Work order: The lines from the start of the data through the line with "const summary = screen.getByRole('alert');" are to be returned verbatim; all later lines are to be omitted.

Data extracts:
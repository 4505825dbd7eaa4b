import { render, screen, within } from '@testing-library/react';
import userEvent from '@testing-library/user-event';
import { useState } from 'react';
import { describe, expect, it } from 'vitest';
import { ColumnMappingForm } from '../../src/features/log-check/components/column-mapping-form';
import { draftFromPreview } from '../../src/features/log-check/components/mapping-draft';
import { previewLog } from '../../shared/domain/analysis/analyse-log';
import type { AnalysisRequestInput, LogPreview } from '../../shared/schemas/analysis';
import { firstOrderSoakCsv } from './support/log-check-server';

function previewOf(csv: string): LogPreview {
  const outcome = previewLog(csv);
  if (!outcome.ok) throw new Error('The test log should read.');
  return outcome.preview;
}

/** The page holds the draft; this stands in for it. */
function MappingFormOn({ preview, sent }: { preview: LogPreview; sent: AnalysisRequestInput[] }) {
  const [draft, setDraft] = useState(() => draftFromPreview(preview, null));
  return (
    <ColumnMappingForm
      preview={preview}
      draft={draft}
      guess={draftFromPreview(preview, null)}
      onChange={setDraft}
      onAnalyse={(request) => sent.push(request)}
      pending={false}
    />
  );
}

describe('the column mapping form', () => {
  it('when several fields are wrong, then all are listed in one pass and nothing is sent; fixed, it sends what was typed', async () => {
    const sent: AnalysisRequestInput[] = [];
    const user = userEvent.setup();
    render(<MappingFormOn preview={previewOf(firstOrderSoakCsv())} sent={sent} />);

    await user.clear(screen.getByLabelText(/^Required soak/));
    await user.clear(screen.getByLabelText(/^Room target/));
    await user.type(screen.getByLabelText(/^Room target/), 'warm');
    await user.click(screen.getByRole('button', { name: 'Analyse' }));

    const summary = screen.getByRole('alert');
    expect(within(summary).getByText(/Required soak/)).toBeTruthy();
    expect(within(summary).getByText(/Room target/)).toBeTruthy();
    expect(sent).toHaveLength(0);
    // What was typed stays.
    expect(screen.getByLabelText<HTMLInputElement>(/^Room target/).value).toBe('warm');

    await user.type(screen.getByLabelText(/^Required soak/), '30');
    await user.clear(screen.getByLabelText(/^Room target/));
    await user.type(screen.getByLabelText(/^Room target/), '21,5');
    await user.click(screen.getByRole('button', { name: 'Analyse' }));

    expect(sent).toHaveLength(1);
    expect(sent[0].mapping).toMatchObject({ time: 'Time [s]', vrm: ['VRM 1 [°C]'], clock: 'CPU clock [MHz]' });
    // A decimal comma is read as a decimal point; the throttle share is typed in percent and sent as a fraction.
    expect(sent[0].options).toMatchObject({ soakMinutes: 30, ambientTargetC: 21.5, throttleFraction: 0.85 });
  });

  it('when a clock column is mapped, then the manual throttle minute is off and sent as unset; without one it is sent', async () => {
    const sent: AnalysisRequestInput[] = [];
    const user = userEvent.setup();
    render(<MappingFormOn preview={previewOf(firstOrderSoakCsv())} sent={sent} />);

    const manual = screen.getByLabelText<HTMLInputElement>(/^Throttled at minute/);
    expect(manual.disabled).toBe(true);
    await user.click(screen.getByRole('button', { name: 'Analyse' }));
    expect(sent[0].options?.manualThrottleMinute).toBeNull();

    await user.selectOptions(screen.getByLabelText(/^Clock column/), '');
    expect(manual.disabled).toBe(false);
    await user.type(manual, '12');
    await user.click(screen.getByRole('button', { name: 'Analyse' }));
    expect(sent[1].options?.manualThrottleMinute).toBe(12);
    expect(sent[1].mapping?.clock).toBeNull();
  });
});
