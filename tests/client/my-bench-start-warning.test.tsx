import { render, screen, waitFor, within } from '@testing-library/react';
import userEvent from '@testing-library/user-event';
import { MemoryRouter } from 'react-router';
import { describe, expect, it } from 'vitest';
import { ApiError } from '../../src/lib/api-client';
import { MyBenchOverview, type MoveCellInput } from '../../src/features/my-bench/components/my-bench-overview';
import type { MyBench } from '../../shared/schemas/benches';
import type { MatrixCell, QueueItem } from '../../shared/schemas/matrix';

const cell: MatrixCell = {
  id: 41,
  roundupId: 7,
  entryId: 3,
  loadConfigurationId: 2,
  state: 'assigned',
  tester: { id: 5, displayName: 'Test tester' },
  dueDate: '2026-12-10',
  overdue: false,
  note: null,
  stateChangedAt: '2026-12-01T08:00:00.000Z',
  runCount: 0,
  qaFlags: [],
  actions: ['start'],
};
const item: QueueItem = {
  cell,
  roundup: { id: 7, title: 'Helix-1700 boards', state: 'on-the-bench', timeZone: 'Europe/Berlin' },
  product: { id: 9, maker: 'Quillon', model: 'Q50 Steady', chipset: 'HX-B50', formFactor: 'atx', archived: false },
  loadConfiguration: { id: 2, name: 'Stock all-core' },
};
const myBench: MyBench = { queue: [item], awaitingReview: [], upcomingBookings: [] };

/**
 * Stands in for the transition route: a start with no reason gets the server's 409 start_outside_booking (no booking
 * of the cell covers now); a start with a reason moves the cell to running.
 */
function transitionRoute() {
  const sent: MoveCellInput[] = [];
  const moveCell = async (input: MoveCellInput): Promise<MatrixCell> => {
    sent.push(input);
    if (input.action === 'start' && !input.overrideReason) {
      throw new ApiError(
        409,
        'start_outside_booking',
        'No booking of this cell covers now; its next one is Bench B 2026-12-04 09:00–12:00 UTC. Book a slot, or start anyway and say why.',
        { overrideReason: 'Say why the run starts outside its bookings.' },
      );
    }
    return { ...cell, state: 'running', actions: ['pause', 'record'] };
  };
  return { sent, moveCell };
}

/** My bench of the tester, its moves answered by `transitionRoute`; returns the user and the moves sent. */
function renderMyBench() {
  const { sent, moveCell } = transitionRoute();
  render(
    <MemoryRouter>
      <MyBenchOverview myBench={myBench} matrixPath={(id) => `/roundups/${id}`} moveCell={moveCell} />
    </MemoryRouter>,
  );
  return { user: userEvent.setup(), sent };
}

describe('My bench: starting a run outside its bookings', () => {
  it('warns with the server’s reason, asks why, and starts with the reason once it is given', async () => {
    const { user, sent } = renderMyBench();

    await user.click(screen.getByRole('button', { name: /^Start.*Quillon Q50 Steady · Stock all-core/ }));
    const dialog = await screen.findByRole('dialog', { name: 'Start outside your bookings?' });
    expect(dialog.textContent).toContain('its next one is Bench B');

    // No reason, no start: the dialog says what is missing and sends nothing more.
    await user.click(within(dialog).getByRole('button', { name: 'Start anyway' }));
    expect(within(dialog).getByText('Say why the run starts outside its bookings.')).toBeTruthy();
    expect(sent).toHaveLength(1);

    await user.type(within(dialog).getByLabelText(/Why start now/), 'Bench B is free all morning');
    await user.click(within(dialog).getByRole('button', { name: 'Start anyway' }));
    await waitFor(() => expect(screen.getByText(/Quillon Q50 Steady · Stock all-core: Running\./)).toBeTruthy());
    expect(sent[1]).toEqual({
      roundupId: 7,
      cellId: 41,
      action: 'start',
      overrideReason: 'Bench B is free all morning',
    });
  });

  it('keeps the cell queued when the tester does not want to start after all', async () => {
    const { user, sent } = renderMyBench();
    await user.click(screen.getByRole('button', { name: /^Start.*Quillon Q50 Steady/ }));
    const dialog = await screen.findByRole('dialog', { name: 'Start outside your bookings?' });
    await user.click(within(dialog).getByRole('button', { name: 'Keep it queued' }));
    expect(sent).toHaveLength(1);
    expect(screen.queryByText(/: Running\./)).toBeNull();
  });
});
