import { act, render, screen } from '@testing-library/react';
import { afterEach, beforeEach, describe, expect, it, vi } from 'vitest';
import { RetryCountdown } from '../../src/features/auth/components/retry-countdown';

describe('RetryCountdown', () => {
  beforeEach(() => {
    vi.useFakeTimers();
    vi.setSystemTime(new Date('2026-03-02T10:00:00Z'));
  });
  afterEach(() => vi.useRealTimers());

  it('when sign-in is locked for 3 seconds, then the wait counts down and then says to try again', () => {
    render(<RetryCountdown until={Date.now() + 3000} />);
    expect(screen.getByText(/You can try again in 3 seconds/)).toBeTruthy();
    act(() => vi.advanceTimersByTime(1000));
    expect(screen.getByText(/You can try again in 2 seconds/)).toBeTruthy();
    act(() => vi.advanceTimersByTime(2000));
    expect(screen.getByText('You can try again now.')).toBeTruthy();
  });

  it('long waits are said in minutes', () => {
    render(<RetryCountdown until={Date.now() + 14 * 60_000 + 5000} />);
    expect(screen.getByText(/You can try again in 15 minutes/)).toBeTruthy();
  });
});
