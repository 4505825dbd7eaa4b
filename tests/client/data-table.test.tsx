import { render, screen, within } from '@testing-library/react';
import userEvent from '@testing-library/user-event';
import { describe, expect, it, vi } from 'vitest';
import { DataTable } from '../../src/components/ui/data-table';
import { buttonColumn, dateColumn, numericColumn, textColumn } from '../../src/components/ui/data-table-columns';

interface Probe {
  id: number;
  name: string;
  peakC: number | null;
}

// Invented rows; the order a reader expects is plain alphabetical and numeric order.
const probes: Probe[] = [
  { id: 1, name: 'VRM rear', peakC: 71.5 },
  { id: 2, name: 'VRM front', peakC: null },
  { id: 3, name: 'Choke', peakC: 64 },
];

const columns = [
  textColumn<Probe>('name', 'Probe', (probe) => probe.name, { rowHeader: true }),
  numericColumn<Probe, number | null>(
    'peak',
    'Peak',
    (probe) => probe.peakC,
    (peak) => peak ?? '—',
  ),
];

interface Visit {
  id: number;
  day: string | null;
  at: string | null;
}

const rowHeaders = () => screen.getAllByRole('rowheader').map((cell) => cell.textContent);

describe('DataTable', () => {
  it('when the initial sort is a column id, then the rows open sorted by it ascending, keyed by their id', () => {
    render(<DataTable caption="Probes" rows={probes} columns={columns} initialSort="name" />);
    expect(rowHeaders()).toEqual(['Choke', 'VRM front', 'VRM rear']);
    expect(screen.getByRole('columnheader', { name: /Probe/ }).getAttribute('aria-sort')).toBe('ascending');
  });

  it('when a figure column is sorted, then rows without a value go last and the figure is shown formatted', async () => {
    render(<DataTable caption="Probes" rows={probes} columns={columns} />);
    await userEvent.click(screen.getByRole('button', { name: /Peak/ }));
    expect(rowHeaders()).toEqual(['Choke', 'VRM rear', 'VRM front']);
    expect(screen.getAllByRole('cell').map((cell) => cell.textContent)).toEqual(['64', '71.5', '—']);
  });

  it('when no filter is asked for, or the table is no longer than `aboveRows`, then there is no filter box; a placeholder alone gets the label from the noun', () => {
    const { rerender } = render(<DataTable caption="Probes" rows={probes} columns={columns} />);
    expect(screen.queryByRole('searchbox')).toBeNull();
    rerender(<DataTable caption="Probes" rows={probes} columns={columns} filter={{ label: 'Filter', aboveRows: 3 }} />);
    expect(screen.queryByRole('searchbox')).toBeNull();
    rerender(<DataTable caption="Probes" rows={probes} columns={columns} filter={{ label: 'Filter', aboveRows: 2 }} />);
    expect(screen.getByRole('searchbox', { name: 'Filter' })).toBeTruthy();
    rerender(
      <DataTable caption="Probes" rows={probes} columns={columns} filter="Probe name" noun={['probe', 'probes']} />,
    );
    expect(screen.getByRole('searchbox', { name: 'Filter probes' }).getAttribute('placeholder')).toBe('Probe name');
  });

  it('when the table shrinks to no more than `aboveRows` while a filter is typed, then the box goes and every row shows again', async () => {
    const filter = { label: 'Filter', aboveRows: 2 };
    const { rerender } = render(<DataTable caption="Probes" rows={probes} columns={columns} filter={filter} />);
    await userEvent.type(screen.getByRole('searchbox', { name: 'Filter' }), 'VRM');
    expect(rowHeaders()).toEqual(['VRM rear', 'VRM front']);
    const twoLeft = probes.slice(1);
    rerender(<DataTable caption="Probes" rows={twoLeft} columns={columns} filter={filter} />);
    expect(screen.queryByRole('searchbox')).toBeNull();
    expect(rowHeaders()).toEqual(['VRM front', 'Choke']);
  });

  it('when a column is left out, then it is skipped; a button column names its row', async () => {
    const onEdit = vi.fn();
    const withActions = (canEdit: boolean) => [
      ...columns,
      canEdit && buttonColumn<Probe>({ label: 'Edit', name: (probe) => `Edit ${probe.name}`, onClick: onEdit }),
    ];
    const { rerender } = render(<DataTable caption="Probes" rows={probes} columns={withActions(false)} />);
    expect(screen.queryByRole('columnheader', { name: 'Actions' })).toBeNull();
    rerender(<DataTable caption="Probes" rows={probes} columns={withActions(true)} />);
    const table = screen.getByRole('table', { name: 'Probes' });
    expect(within(table).getByRole('columnheader', { name: 'Actions' })).toBeTruthy();
    await userEvent.click(within(table).getByRole('button', { name: 'Edit Choke' }));
    expect(onEdit).toHaveBeenCalledWith(probes[2]);
  });

  it('when a date column is sorted, then calendar days and instants go in time order and none shows its empty text', async () => {
    // Invented dates; the ISO 8601 order of days and instants is that of the calendar.
    const visits: Visit[] = [
      { id: 1, day: '2026-03-01', at: '2026-03-01T08:00:00Z' },
      { id: 2, day: null, at: null },
      { id: 3, day: '2025-12-31', at: '2026-02-28T23:30:00Z' },
    ];
    render(
      <DataTable
        caption="Visits"
        rows={visits}
        columns={[
          textColumn<Visit>('id', 'Visit', (visit) => `Visit ${visit.id}`, { rowHeader: true }),
          dateColumn<Visit>('day', 'Day', (visit) => visit.day, { empty: 'Not set' }),
          dateColumn<Visit>('at', 'Signed in', (visit) => visit.at, {
            instant: true,
            empty: 'Never',
          }),
        ]}
        initialSort="day"
      />,
    );
    expect(rowHeaders()).toEqual(['Visit 3', 'Visit 1', 'Visit 2']);
    expect(screen.getByText('Not set')).toBeTruthy();
    await userEvent.click(screen.getByRole('button', { name: /Signed in/ }));
    expect(rowHeaders()).toEqual(['Visit 3', 'Visit 1', 'Visit 2']);
    expect(screen.getByText('Never')).toBeTruthy();
    await userEvent.click(screen.getByRole('button', { name: /Signed in/ }));
    expect(rowHeaders()).toEqual(['Visit 1', 'Visit 3', 'Visit 2']);
  });
});
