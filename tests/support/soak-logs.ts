import type { SyntheticLogSpec } from '../../shared/generators/synthetic-logger-log';

/** An hour at 1 Hz with three VRM probes; VRM 3 reads OPEN from the first sample to the last (a dead probe). */
export function deadThirdProbeSpec(): SyntheticLogSpec {
  return {
    durationS: 3600,
    sampleHz: 1,
    seed: 9,
    probes: [
      { name: 'VRM 1', startC: 30, riseC: 45, tauS: 420 },
      { name: 'VRM 2', startC: 30, riseC: 40, tauS: 400 },
      { name: 'VRM 3', startC: 30, riseC: 40, tauS: 400, dropouts: [{ fromS: 0, toS: 3600, marker: 'OPEN' }] },
    ],
    ambient: { name: 'Ambient', startC: 21 },
    clock: { name: 'CPU clock [MHz]', mhz: 4600 },
  };
}
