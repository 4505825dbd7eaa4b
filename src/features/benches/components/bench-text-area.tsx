import { useId, type Ref, type TextareaHTMLAttributes } from 'react';
import { cx } from '../../../lib/class-names';
import { controlStyles, fieldIds, FieldShell } from '../../../components/ui/field-shell';

export interface BenchTextAreaProps extends Omit<TextareaHTMLAttributes<HTMLTextAreaElement>, 'id'> {
  label: string;
  description?: string;
  error?: string;
  optional?: boolean;
  id?: string;
  className?: string;
  textAreaClassName?: string;
  ref?: Ref<HTMLTextAreaElement>;
}

/** A multi-line text field with the kit’s label, hint and error layout (the bench note). */
export function BenchTextArea({
  label,
  description,
  error,
  optional,
  id,
  className,
  textAreaClassName,
  ref,
  rows = 3,
  ...props
}: BenchTextAreaProps) {
  const generated = useId();
  const ids = fieldIds(id ?? generated, Boolean(description), Boolean(error));
  return (
    <FieldShell
      ids={ids}
      label={label}
      description={description}
      error={error}
      optional={optional}
      className={className}
    >
      <textarea
        ref={ref}
        id={ids.inputId}
        rows={rows}
        aria-invalid={error ? true : undefined}
        aria-describedby={ids.describedBy}
        required={!optional}
        className={cx(controlStyles, 'resize-y', textAreaClassName)}
        {...props}
      />
    </FieldShell>
  );
}
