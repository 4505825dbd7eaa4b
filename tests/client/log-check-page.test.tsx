import { QueryClient, QueryClientProvider } from '@tanstack/react-query';
import { render, screen, waitFor } from '@testing-library/react';
import userEvent from '@testing-library/user-event';
import { MemoryRouter } from 'react-router';
import { afterEach, describe, expect, it, vi } from 'vitest';
import { LogCheckPage } from '../../src/features/log-check/components/log-check-page';
import { installFakeUploadServer } from './support/fake-upload-server';
import { answerLogCheck, csvFile, firstOrderSoakCsv } from './support/log-check-server';

afterEach(() => vi.unstubAllGlobals());

describe('the log check page', () => {
  it('after pressing Analyse, the result scrolls into view with focus on its heading', async () => {
    installFakeUploadServer(answerLogCheck);
    const scrolled: Element[] = [];
    // The DOM implementation has no layout; record the call at that boundary.
    vi.spyOn(Element.prototype, 'scrollIntoView').mockImplementation(function (this: Element) {
      scrolled.push(this);
    });
    const user = userEvent.setup();
    render(
      <QueryClientProvider client={new QueryClient()}>
        <MemoryRouter>
          <LogCheckPage signInPath="/sign-in" />
        </MemoryRouter>
      </QueryClientProvider>,
    );

    await user.upload(screen.getByLabelText('Logger file'), csvFile('soak.csv', firstOrderSoakCsv()));
    await screen.findByText('Guessed from the header names — check it');
    expect(screen.queryByRole('heading', { name: 'Result' })).toBeNull();

    await user.click(screen.getByRole('button', { name: 'Analyse' }));
    const heading = await screen.findByRole('heading', { name: 'Result' });
    await waitFor(() => expect(document.activeElement).toBe(heading));
    expect(scrolled).toContain(heading);
  });
});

Output:
repository 4505825dbd7eaa4b
import { render, screen, within } from '@testing-library/react';
import userEvent from '@testing-library/user-event';
import { useState } from 'react';
import { describe, expect, it } from 'vitest';
import { ColumnMappingForm } from '../../src/features/log-check/components/column-mapping-form';
import { draftFromPreview } from '../../src/features/log-check/components/mapping-draft';
import { previewLog } from '../../shared/domain/analysis/analyse-log';
import type { AnalysisRequestInput, LogPreview } from '../../shared/schemas/analysis';
import { firstOrderSoakCsv } from './support/log-check-server';

function previewOf(csv: string): LogPreview {
  const outcome = previewLog(csv);
  if (!outcome.ok) throw new Error('The test log should read.');
  return outcome.preview;
}

/** The page holds the draft; this stands in for it. */
function MappingFormOn({ preview, sent }: { preview: LogPreview; sent: AnalysisRequestInput[] }) {
  const [draft, setDraft] = useState(() => draftFromPreview(preview, null));
  return (
    <ColumnMappingForm
      preview={preview}
      draft={draft}
      guess={draftFromPreview(preview, null)}
      onChange={setDraft}
      onAnalyse={(request) => sent.push(request)}
      pending={false}
    />
  );
}

describe('the column mapping form', () => {
  it('when several fields are wrong, then all are listed in one pass and nothing is sent; fixed, it sends what was typed', async () => {
    const sent: AnalysisRequestInput[] = [];
    const user = userEvent.setup();
    render(<MappingFormOn preview={previewOf(firstOrderSoakCsv())} sent={sent} />);

    await user.clear(screen.getByLabelText(/^Required soak/));
    await user.clear(screen.getByLabelText(/^Room target/));
    await user.type(screen.getByLabelText(/^Room target/), 'warm');
    await user.click(screen.getByRole('button', { name: 'Analyse' }));

    const summary = screen.getByRole('alert');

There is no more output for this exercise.